> **DATA TO PROCESS**:
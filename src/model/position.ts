// What the numbers of places mean, and whether they can mean it.
import type { Point } from '../numeric/plane/point.ts';
import type { SpecPath } from '../spec/document.ts';
import type { Finding } from '../spec/finding.ts';
import type { Spec } from '../spec/schema/spec.ts';

export type Position = { readonly on: 'plane'; readonly unitKm: number } | { readonly on: 'ellipsoid' };

/** Null after telling what is not said. */
export function readPosition(spec: Spec, findings: Finding[]): Position | null {
  if (spec.position === 'longitude-latitude') {
    if (spec.unit !== undefined) {
      tell(findings, ['unit'], {
        message: 'Longitude and latitude are degrees: they have no other unit',
        fix: 'Remove `unit`, or write `position: plane`.',
      });
    }
    return { on: 'ellipsoid' };
  }
  if (spec.position === undefined) {
    tell(findings, ['patches'], {
      message: 'The patches have places, but `position` does not say what the numbers are',
      expected: '`position: plane` with `unit: km` or `unit: m`, or `position: longitude-latitude`',
    });
    return null;
  }
  if (spec.unit === undefined) {
    tell(findings, ['position'], {
      message: 'On a plane the `unit` of the places must be said',
      expected: '`unit: km` or `unit: m`',
    });
    return null;
  }
  return { on: 'plane', unitKm: spec.unit === 'm' ? 0.001 : 1 };
}

interface Told {
  readonly message: string;
  readonly expected?: string;
  readonly fix?: string;
}

function tell(findings: Finding[], path: SpecPath, { message, ...details }: Told): void {
  findings.push({ severity: 'error', code: 'missing-position', message, path, part: 'key', details });
}

export interface Places {
  readonly name: string;
  readonly points: readonly Point[];
  readonly path: SpecPath;
}

/** True where all points can be degrees; else tells what they rather look like. */
export function areDegrees({ name, points, path }: Places, findings: Finding[]): boolean {
  const wrong = points.find(([x, y]) => Math.abs(x) > 180 || Math.abs(y) > 90);
  if (wrong === undefined) return true;
  const [x, y] = wrong;
  const swapped = Math.abs(x) <= 90 && Math.abs(y) <= 180;
  findings.push({
    severity: 'error',
    code: 'not-degrees',
    message: `${name} has a place that cannot be degrees`,
    path,
    details: {
      found: `[${String(x)}, ${String(y)}]`,
      expected: 'longitude from -180 to 180, then latitude from -90 to 90',
      fix: swapped
        ? 'The two look swapped: longitude (east) comes first.'
        : 'If the numbers are metres or kilometres, write `position: plane` and their `unit`.',
    },
  });
  return false;
}

/** Degrees that are taken for metres or kilometres make everything near to everything. */
export function warnOfDegrees(all: readonly Places[], findings: Finding[]): void {
  const points = all.flatMap((one) => one.points);
  const fine = ([x, y]: Point): boolean => String(x).length > 6 && String(y).length > 6;
  const degreesLike = points.every(([x, y]) => Math.abs(x) <= 180 && Math.abs(y) <= 90) && points.some(fine);
  const [first] = all;
  if (!degreesLike || all.length < 2 || first === undefined) return;
  findings.push({
    severity: 'warning',
    code: 'plane-degrees',
    message: 'The places look like degrees, and are taken for a plane',
    path: first.path,
    details: {
      found: `[${(first.points[0] ?? []).join(', ')}] for ${first.name}`,
      fix: 'If they are, write `position: longitude-latitude` without `unit`.',
      reason: 'A degree is about 111 km of latitude; taken for anything else, all distances and areas are wrong.',
    },
  });
}
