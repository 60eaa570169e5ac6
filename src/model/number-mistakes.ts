// What is wrong with expressions, each told once, however many patches and years meet it.
import { nearestName } from '../diagnostic/nearest.ts';
import type { SpecPath } from '../spec/document.ts';
import type { Fault } from '../spec/expression/evaluate.ts';
import type { Finding } from '../spec/finding.ts';
import type { Measured } from '../spec/quantity.ts';

/** What may be read where a name was not found. */
export interface KnownNames {
  readonly attributes: ReadonlySet<string>;
  readonly parameters: readonly string[];
  readonly drivers: readonly string[];
}

export class NumberMistakes {
  readonly #findings: Finding[];
  readonly #told = new Set<string>();

  constructor(findings: Finding[]) {
    this.#findings = findings;
  }

  tellUnreadable(error: Extract<Measured, { readonly ok: false }>['error'], path: SpecPath): void {
    const { message, ...details } = error;
    const { code, span, ...told } = details;
    this.#findings.push({ severity: 'error', code, message, path, span, details: told });
  }

  /** A number that is read once changes with the year by way of this name. */
  tellDated(name: string, path: SpecPath): void {
    if (!this.#isNew(JSON.stringify(path))) return;
    this.#findings.push({
      severity: 'error',
      code: 'fixed-in-time',
      message: `This number is the same in all years, and \`${name}\` changes with the year`,
      path,
      details: { expected: 'a number or an expression that does not depend on the year' },
    });
  }

  tellCycle(name: string, path: SpecPath, names: readonly string[]): void {
    if (!this.#isNew(JSON.stringify(path))) return;
    this.#findings.push({
      severity: 'error',
      code: 'parameter-cycle',
      message: `The ${path[0] === 'parameters' ? 'parameter' : 'attribute'} \`${name}\` is made from itself`,
      path,
      details: { found: names.join(', '), fix: 'Give one of them a number of its own.' },
    });
  }

  /** `patch` is that of the place, if it belongs to one. */
  tellFault(fault: Fault, path: SpecPath, { patch, known }: { patch: string | undefined; known: KnownNames }): void {
    const { code, message, span } = fault;
    if (!this.#isNew(JSON.stringify([path, code, span]))) return;
    const told =
      code === 'unknown-name'
        ? unknownName(fault.name ?? '', patch, known)
        : { message: message + (patch === undefined ? '' : ` in ${patch}`) };
    this.#findings.push({ severity: 'error', code, ...told, path, span });
  }

  #isNew(key: string): boolean {
    const isNew = !this.#told.has(key);
    this.#told.add(key);
    return isNew;
  }
}

function unknownName(name: string, patch: string | undefined, known: KnownNames): Pick<Finding, 'message' | 'details'> {
  if (known.attributes.has(name)) {
    if (patch === undefined) {
      return {
        message: `\`${name}\` belongs to a patch and cannot be read here`,
        details: { found: name, expected: 'a number, a parameter or `year`' },
      };
    }
    return {
      message: `The patch \`${patch}\` has no \`${name}\``,
      details: { fix: `Give every patch its \`${name}\`.` },
    };
  }
  return {
    message: `There is no \`${name}\` here`,
    details: {
      found: name,
      expected: 'the name of a parameter, of an attribute of the patches, or `year`',
      nearest: nearestName(name, [...known.parameters, ...known.attributes, ...known.drivers, 'year']),
      fix: `Add it under \`parameters\`, or correct the name.`,
    },
  };
}
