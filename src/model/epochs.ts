// Numbers that change with the years, kept once for each stretch of steps in which they are constant.
import type { Context } from './context.ts';
import type { RateTable } from './model.ts';

/** `varies` says whether more than the first year has to be looked at. */
export function byYears(
  { time }: Pick<Context, 'time'>,
  varies: boolean,
  numbersIn: (year: number) => Float64Array,
): Pick<RateTable, 'epochs' | 'epochOf'> {
  const years = Array.from({ length: varies ? time.steps : 1 }, (_, t) => time.firstYear + t);
  const epochs: Float64Array[] = [];
  const epochOf = new Int32Array(varies ? time.steps : 0);
  years.forEach((year, t) => {
    const numbers = numbersIn(year);
    const last = epochs.at(-1);
    if (last === undefined || !sameNumbers(last, numbers)) epochs.push(numbers);
    if (varies) epochOf[t] = epochs.length - 1;
  });
  return { epochs, epochOf: epochs.length === 1 ? new Int32Array(0) : epochOf };
}

function sameNumbers(a: Float64Array, b: Float64Array): boolean {
  return a.length === b.length && a.every((value, i) => Object.is(value, b[i]));
}
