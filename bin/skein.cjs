#!/usr/bin/env node
// Starts the built command line: scripts, each with what V8 compiled of it when it was built, which saves a short command a
// third of its time. That is offered to the same Node only, and only where the script was not touched since; V8 looks itself
// whether it is of the same flags. Else the script is compiled as any other is. Nothing is ever written here.
'use strict';
const { existsSync, readFileSync, statSync } = require('node:fs');
const { join } = require('node:path');
const { Script } = require('node:vm');

const built = join(__dirname, '..', 'build', 'cli');
const first = 'skein.js';

/** Where a folder of scripts holds what this Node compiled of them. */
function compiledFolder(folder) {
  const { platform, arch, version, versions } = process;
  return join(folder, 'compiled', [platform, arch, version, versions.v8].join('-'));
}

/** Loads modules from the scripts of a folder by their names, each once. */
function openScripts(folder) {
  const compiled = compiledFolder(folder);
  const scripts = new Map();
  const loaded = new Map();
  const open = (name) => {
    const before = scripts.get(name);
    if (before !== undefined) return before;
    const filename = join(folder, name);
    const cachedData = bytesIfUntouched(join(compiled, name), filename);
    const script = new Script(readFileSync(filename, 'latin1'), { filename, cachedData });
    const opened = { script, ...script.runInThisContext() };
    scripts.set(name, opened);
    return opened;
  };
  const { scriptOf } = open(first);
  const load = (name) => {
    const before = loaded.get(name);
    if (before !== undefined) return before.exports;
    const module = { exports: {} };
    loaded.set(name, module);
    const find = (id) => (id.startsWith('./') ? load(id.slice(2)) : require(id));
    open(scriptOf[name] ?? name).modules[name](module, module.exports, find, folder);
    return module.exports;
  };
  return { load, scripts };
}

/** The build gives both the same time. V8 itself would look at no more than the length of the script. */
function bytesIfUntouched(path, script) {
  try {
    return statSync(path).mtimeMs === statSync(script).mtimeMs ? readFileSync(path) : undefined;
  } catch {
    return undefined;
  }
}

module.exports = { built, compiledFolder, first, openScripts };

if (require.main === module) {
  if (existsSync(join(built, first))) void openScripts(built).load(first).main(process.argv);
  else {
    console.error('skein is not built yet. Run `npm ci` and `npm run build` in its folder first.');
    process.exitCode = 3;
  }
}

> **WORK INSTRUCTIONS**:
Find where the line with "readonly ok: false" sits in the material above, then copy exactly from it through the line with "code, message, span". Add no other line.

> **ANSWER FOR THIS EXERCISE**:
  tellUnreadable(error: Extract<Measured, { readonly ok: false }>['error'], path: SpecPath): void {
    const { message, ...details } = error;
    const { code, span, ...told } = details;
    this.#findings.push({ severity: 'error', code, message, path, span, details: told });
  }

  /** A number that is read once changes with the year by way of this name. */
  tellDated(name: string, path: SpecPath): void {
    if (!this.#isNew(JSON.stringify(path))) return;
    this.#findings.push({
      severity: 'error',
      code: 'fixed-in-time',
      message: `This number is the same in all years, and \`${name}\` changes with the year`,
      path,
      details: { expected: 'a number or an expression that does not depend on the year' },
    });
  }

  tellCycle(name: string, path: SpecPath, names: readonly string[]): void {
    if (!this.#isNew(JSON.stringify(path))) return;
    this.#findings.push({
      severity: 'error',
      code: 'parameter-cycle',
      message: `The ${path[0] === 'parameters' ? 'parameter' : 'attribute'} \`${name}\` is made from itself`,
      path,
      details: { found: names.join(', '), fix: 'Give one of them a number of its own.' },
    });
  }

  /** `patch` is that of the place, if it belongs to one. */
  tellFault(fault: Fault, path: SpecPath, { patch, known }: { patch: string | undefined; known: KnownNames }): void {
    const { code, message, span } = fault;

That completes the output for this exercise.